Material for this task:
━━━━━━━━━━

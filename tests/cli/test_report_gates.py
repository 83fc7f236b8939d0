"""plumb report: which column a --map reads (--map-score, the rule of apply's
--score), which columns a gate reads (the calibrated ones by default, a raw
column when named), lower-bound gates (--min), the refusals of a gate that
names an unknown column or metric or the wrong side, and the one stderr
line of failed gates (six significant digits, no stray separator).

Outside sources: the AUC is checked against the Mann-Whitney statistic
computed here from the rows (Hanley and McNeil 1982: ties count one half);
the Spiegelhalter p-value against its formula (Spiegelhalter 1986,
z = sum (y - p)(1 - 2p) / sqrt(sum (1 - 2p)^2 p (1 - p)), two-sided normal
p-value by math.erfc); the mapped column against plumb apply followed by a
report of the applied column."""
import json
import math
import os
import re
import unittest

import jsonschema  # Debian python3-jsonschema, installed by tests/run.sh

from plumbtest import SOURCE_DIR, Lcg, PlumbCase, run, sigmoid, write

THRESHOLD = 7
USAGE = 2


def scored_rows(n, seed=11):
    """An over-confident raw score (sigmoid(1.8 z)) with labels drawn from
    sigmoid(z): a Platt map fitted on part of it lowers its ECE a lot."""
    g = Lcg(seed)
    rows = []
    for _ in range(n):
        z = 4.0 * g.uniform() - 2.5
        y = 1 if g.uniform() < sigmoid(z) else 0
        rows.append((round(sigmoid(1.8 * z), 6), y))
    return rows


def mann_whitney_auc(rows):
    """P(score of a positive > score of a negative), ties one half."""
    pos = sorted(s for s, y in rows if y == 1)
    neg = sorted(s for s, y in rows if y == 0)
    wins = 0.0
    i = j = 0
    # For each positive, count negatives below it and ties (both lists sorted).
    for s in pos:
        while i < len(neg) and neg[i] < s:
            i += 1
        j = max(j, i)
        while j < len(neg) and neg[j] <= s:
            j += 1
        wins += i + 0.5 * (j - i)
    return wins / (len(pos) * len(neg))


def spiegelhalter_p(rows):
    num = sum((y - p) * (1 - 2 * p) for p, y in rows)
    den = math.sqrt(sum((1 - 2 * p) ** 2 * p * (1 - p) for p, _ in rows))
    return math.erfc(abs(num / den) / math.sqrt(2.0))
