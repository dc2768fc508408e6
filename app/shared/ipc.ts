/**
 * The desktop API the preload script publishes as `window.dipweave`, and the IPC channel names behind it.
 * No electron import here: the renderer imports these types, and in a plain browser `window.dipweave` is
 * absent (the renderer then reads files through File/Blob and saves through downloads).
 *
 * Only plain data crosses the process boundary. A failed call rejects with an Error whose message is the
 * main process's one-line problem text ending in "[code]" (core/problems.ts formatProblem); read the code
 * with ipcProblemCode().
 */

/** Kinds of file the save dialog offers; each has its own extension filter. */
export type SaveKind = 'segy' | 'png' | 'recipe' | 'npy';
export const SAVE_KINDS: readonly SaveKind[] = ['segy', 'png', 'recipe', 'npy'];

/** A file the main process opened for reading; `fileId` is the only handle the renderer gets. */
export interface OpenedFile {
  fileId: string;
  /** Base name for display (no directory). */
  name: string;
  sizeBytes: number;
  /** True for a bundled demo file (samples/). */
  demo: boolean;
}

export interface RecentFile {
  /** Full path, shown in the menu and passed back to openRecent(); only paths from the recent list are accepted. */
  path: string;
  name: string;
}

export interface SavedFile {
  name: string;
  sizeBytes: number;
}

/** Commands from the application menu, sent to the renderer. */
export type MenuCommand =
  | { type: 'open' }
  | { type: 'open-demo' }
  | { type: 'opened'; file: OpenedFile }
  | { type: 'export-gather' }
  | { type: 'export-all-gathers' }
  | { type: 'export-slopes' }
  | { type: 'export-image' }
  | { type: 'save-recipe' }
  | { type: 'about' };

export interface DipweaveDesktopApi {
  /** Shows the open dialog (SEG-Y filter). Null when the user cancels. */
  openFileDialog(): Promise<OpenedFile | null>;
  /** Names of the bundled demo files (samples/*.sgy), e.g. "grv07-gap.sgy". */
  listSamples(): Promise<string[]>;
  openSample(name: string): Promise<OpenedFile>;
  /** Reads up to lengthBytes from offsetBytes; shorter only at the end of the file. Length at most MAX_READ_BYTES. */
  readRange(fileId: string, offsetBytes: number, lengthBytes: number): Promise<Uint8Array>;
  closeFile(fileId: string): Promise<void>;
  recentFiles(): Promise<RecentFile[]>;
  openRecent(path: string): Promise<OpenedFile | null>;
  /** Shows the save dialog. Null when the user cancels. Refuses the path of any opened input file. */
  saveDialog(defaultName: string, kind: SaveKind): Promise<{ saveId: string } | null>;
  /** Appends bytes (at most MAX_CHUNK_BYTES) to the temporary file of the save. */
  writeChunk(saveId: string, bytes: Uint8Array): Promise<void>;
  /** Renames the temporary file onto the chosen path. */
  finishSave(saveId: string): Promise<SavedFile>;
  /** Deletes the temporary file; the chosen path is left untouched. */
  abortSave(saveId: string): Promise<void>;
  /** Subscribes to menu commands; returns the unsubscribe function. */
  onMenuCommand(listener: (command: MenuCommand) => void): () => void;
}

/** Largest single readRange and writeChunk, bytes. */
export const MAX_READ_BYTES = 64 * 1024 * 1024;
export const MAX_CHUNK_BYTES = 64 * 1024 * 1024;

/** Channel names; every channel starts with "dipweave:" and the main process accepts no other. */
export const IPC = {
  openFileDialog: 'dipweave:open-file-dialog',
  listSamples: 'dipweave:list-samples',
  openSample: 'dipweave:open-sample',
  readRange: 'dipweave:read-range',
  closeFile: 'dipweave:close-file',
  recentFiles: 'dipweave:recent-files',
  openRecent: 'dipweave:open-recent',
  saveDialog: 'dipweave:save-dialog',
  writeChunk: 'dipweave:write-chunk',
  finishSave: 'dipweave:finish-save',
  abortSave: 'dipweave:abort-save',
  menuCommand: 'dipweave:menu-command',
} as const;

export type InvokeChannel = Exclude<(typeof IPC)[keyof typeof IPC], typeof IPC.menuCommand>;

/** The problem code at the end of a rejected call's message ("... [input.bad-argument]"), or null. */
export function ipcProblemCode(error: unknown): string | null {
  const message = error instanceof Error ? error.message : typeof error === 'string' ? error : '';
  const m = /\[([a-z]+\.[a-z-]+)\]\s*$/.exec(message);
  return m ? m[1] : null;
}

declare global {
  interface Window {
    /** Present only in the desktop app (set by the preload script). */
    dipweave?: DipweaveDesktopApi;
  }
}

━━━━━━━━━━

Exercise requirements: The lines you need are those with the word "void"; list them from the entries.

Written answer:
  closeFile(fileId: string): Promise<void>;
  writeChunk(saveId: string, bytes: Uint8Array): Promise<void>;
  abortSave(saveId: string): Promise<void>;
  onMenuCommand(listener: (command: MenuCommand) => void): () => void;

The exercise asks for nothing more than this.